# Ariens ST5+2 Troubleshooting



## ariens5 (Dec 11, 2016)

I have a hand-me-down Ariens ST5+2 that is who-knows-how-old. It has been reliable for 6 years for me, but is having some trouble.

When I pump the gas-prime bulb a dozen times as instructed to start the engine, it fires up fairly easily. It then dies out within a few seconds. If I continue to pump the bulb manually, I seem to be able to keep it running almost indefinitely. Any ideas?


----------



## Dave9354 (Dec 11, 2010)

Carburetor needs a cleaning.

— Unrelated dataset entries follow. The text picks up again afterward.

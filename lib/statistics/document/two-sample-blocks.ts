import type { MaterialAnalysis, TwoSamplePlot } from '@/lib/statistics/analysis-document'
import type { CellSummary } from '@/lib/statistics/cells'
import { required, withReasons } from '@/lib/statistics/document/attempt'
import { median } from '@/lib/statistics/median'
import {
  correlation,
  ellipse,
  ownPValue,
  type PlotPoint,
  plotSpread,
  predictionFactor,
  squaredDistance,
} from '@/lib/statistics/two-sample-plot'

/** A material as a two-sample plot sees it: cell means as deviations, and the way back. */
export type PlottedMaterial = {
  material: MaterialAnalysis['material']
  summaries: readonly CellSummary[]
  restore: (deviation: number) => number
}

/**
 * The two-sample plot of a pair of materials over the laboratories that have both: points, medians, ellipse, and each
 * point's own p-value. Lengths are in the unit of the results, restored from deviations.
 *
 * What too few laboratories do not give is `null`. Source: Youden 1959; `two-sample-plot.ts`.
 */
export function twoSampleBlock(x: PlottedMaterial, y: PlottedMaterial): TwoSamplePlot {
  const onY = new Map(y.summaries.map(({ laboratory, mean }) => [laboratory, mean]))
  const common = x.summaries
    .filter(({ laboratory }) => onY.has(laboratory))
    .map(({ laboratory, mean }) => ({ laboratory, x: mean, y: onY.get(laboratory)! }))

  return withReasons((attempt) => {
    const spread = attempt('covariance', () => plotSpread(common))
    const factor = attempt('factor', () => predictionFactor(common.length))
    const shape = attempt('angle', () => ellipse(required(spread, TOO_FEW), required(factor, TOO_FEW)))
    const medians = common.length === 0 ? null : medianPoint(common)
    return {
      x: x.material,
      y: y.material,
      laboratories: common.length,
      mean: [restored(x, spread?.mean[0]), restored(y, spread?.mean[1])],
      median: [restored(x, medians?.x), restored(y, medians?.y)],
      sd: [spread?.sd[0] ?? null, spread?.sd[1] ?? null],
      covariance: spread?.covariance ?? null,
      correlation: attempt('correlation', () => correlation(required(spread, TOO_FEW))),
      factor,
      semiAxes: shape?.semiAxes ?? [null, null],
      angle: shape?.angle ?? null,
      points: common.map((point) =>
        withReasons((inner) => {
          const distance2 = inner('distance2', () => squaredDistance(required(spread, TOO_FEW), point))
          return {
            laboratory: point.laboratory,
            x: x.restore(point.x),
            y: y.restore(point.y),
            distance2,
            pValue: distance2 === null ? null : inner('pValue', () => ownPValue(distance2, common.length)),
          }
        }),
      ),
    }
  })
}

const TOO_FEW = 'Too few laboratories have both materials.'

function restored({ restore }: PlottedMaterial, deviation: number | undefined): number | null {
  return deviation === undefined ? null : restore(deviation)
}

function medianPoint(points: readonly PlotPoint[]): PlotPoint {
  return { x: median(points.map(({ x }) => x)), y: median(points.map(({ y }) => y)) }
}
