import type { LeastPlan, Planning } from '@/lib/statistics/analysis-document'
import type { AskedPlan } from '@/lib/statistics/analysis-input'
import { notComputable, withReasons } from '@/lib/statistics/document/attempt'
import { leastLaboratories } from '@/lib/statistics/least-laboratories'
import {
  laboratoryShare,
  nestedBiasPrecision,
  type NestedDesign,
  type NestedPrecision,
  nestedRepeatabilityPrecision,
  nestedStudies,
} from '@/lib/statistics/nested-planning'

/** Enough for a half-width good to 1 % of itself; the seed is fixed, so that a plan always reads the same. */
const DRAWS = 10_000
const SEED = 57_251_994

/** More laboratories than any study has; so far the least number is looked for. */
const MOST_LABORATORIES = 1000

/**
 * How well nested studies of different sizes would know their figures: the same block as of a one-way plan, with the
 * intermediate precisions, what was assumed, and the least numbers of laboratories. Half-widths are fractions of the
 * value, the bias is in units of σ_R.
 *
 * `null` where it does not exist: repeatability with one replicate (`no-replication`); the least numbers where no
 * half-width is wished for (`not-asked-for`) or no number up to 1000 is enough (`not-reached`).
 *
 * @throws {RangeError} for a plan that `nestedStudies` refuses.
 *
 * Source: `nested-planning.ts`.
 */
export function nestedPlanningBlock(plan: AskedPlan & Pick<NestedDesign, 'inner'>): Planning {
  const { from, to, n, gamma, inner, wished } = plan
  const design = { inner, n, gamma }
  const studies = nestedStudies(design, { seed: SEED, draws: DRAWS })
  const sets = inner.map((_, level) => inner.slice(level).map(({ source }) => source)).toReversed()
  const sizes = Array.from({ length: to - from + 1 }, (_, index) => from + index)

  return withReasons((attempt) => ({
    n,
    gamma,
    points: sizes.map((p) =>
      withReasons((attemptAt) => {
        const { intermediate, reproducibility } = studies(p)
        return {
          p,
          repeatability: attemptAt('repeatability', () => nestedRepeatabilityPrecision(design, p)),
          reproducibility,
          bias: nestedBiasPrecision(design, p),
          intermediate: sets.map((varies, set) => ({ varies, halfWidth: intermediate[set]! })),
        }
      }),
    ),
    nested: {
      inner: inner.map(({ source, groups, share }) => ({ source, groups, share })),
      laboratoryShare: laboratoryShare(design),
      draws: DRAWS,
      seed: SEED,
    },
    least: attempt('least', () =>
      wished === undefined
        ? notComputable('not-asked-for', 'not asked for')
        : leastPlan({ design, studies, sets, wished }),
    ),
  }))
}

function leastPlan(search: {
  design: NestedDesign
  studies: (laboratories: number) => NestedPrecision
  sets: string[][]
  wished: number
}): LeastPlan {
  const { design, studies, sets, wished } = search
  const least = (precision: (laboratories: number) => number) => () =>
    leastLaboratories({ precision, wished, limit: MOST_LABORATORIES })

  return withReasons((attempt) => ({
    wished,
    limit: MOST_LABORATORIES,
    repeatability: attempt(
      'repeatability',
      least((p) => nestedRepeatabilityPrecision(design, p)),
    ),
    intermediate: sets.map((varies, set) =>
      withReasons((attemptSet) => ({
        varies,
        p: attemptSet(
          'p',
          least((p) => studies(p).intermediate[set]!),
        ),
      })),
    ),
    reproducibility: attempt(
      'reproducibility',
      least((p) => studies(p).reproducibility),
    ),
  }))
}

The fuel is not flowing properly.


----------



## Timothy oo (Dec 16, 2020)

How do I clean it


----------



## Rooskie (Feb 12, 2015)

Timothy oo said:


> How do I cleln it


Enter 'carb cleaning' into the search engine on this site.
You will be inundated with information!
Welcome to the Forum!


----------



## 140278 (Aug 27, 2020)

welcome to the SBF
do a search there's a ton of posts on how to


----------



## JLawrence08648 (Jan 15, 2017)

Take it off, take it all apart, the simple way is to spray carb cleaner in all the holes and use a welding tip cleaner; harder but better is to soak it on Berryman's Chem-Dip; even better is put it in an ultrasonic cleaner. Easiest is buy a new Chinese carb.


----------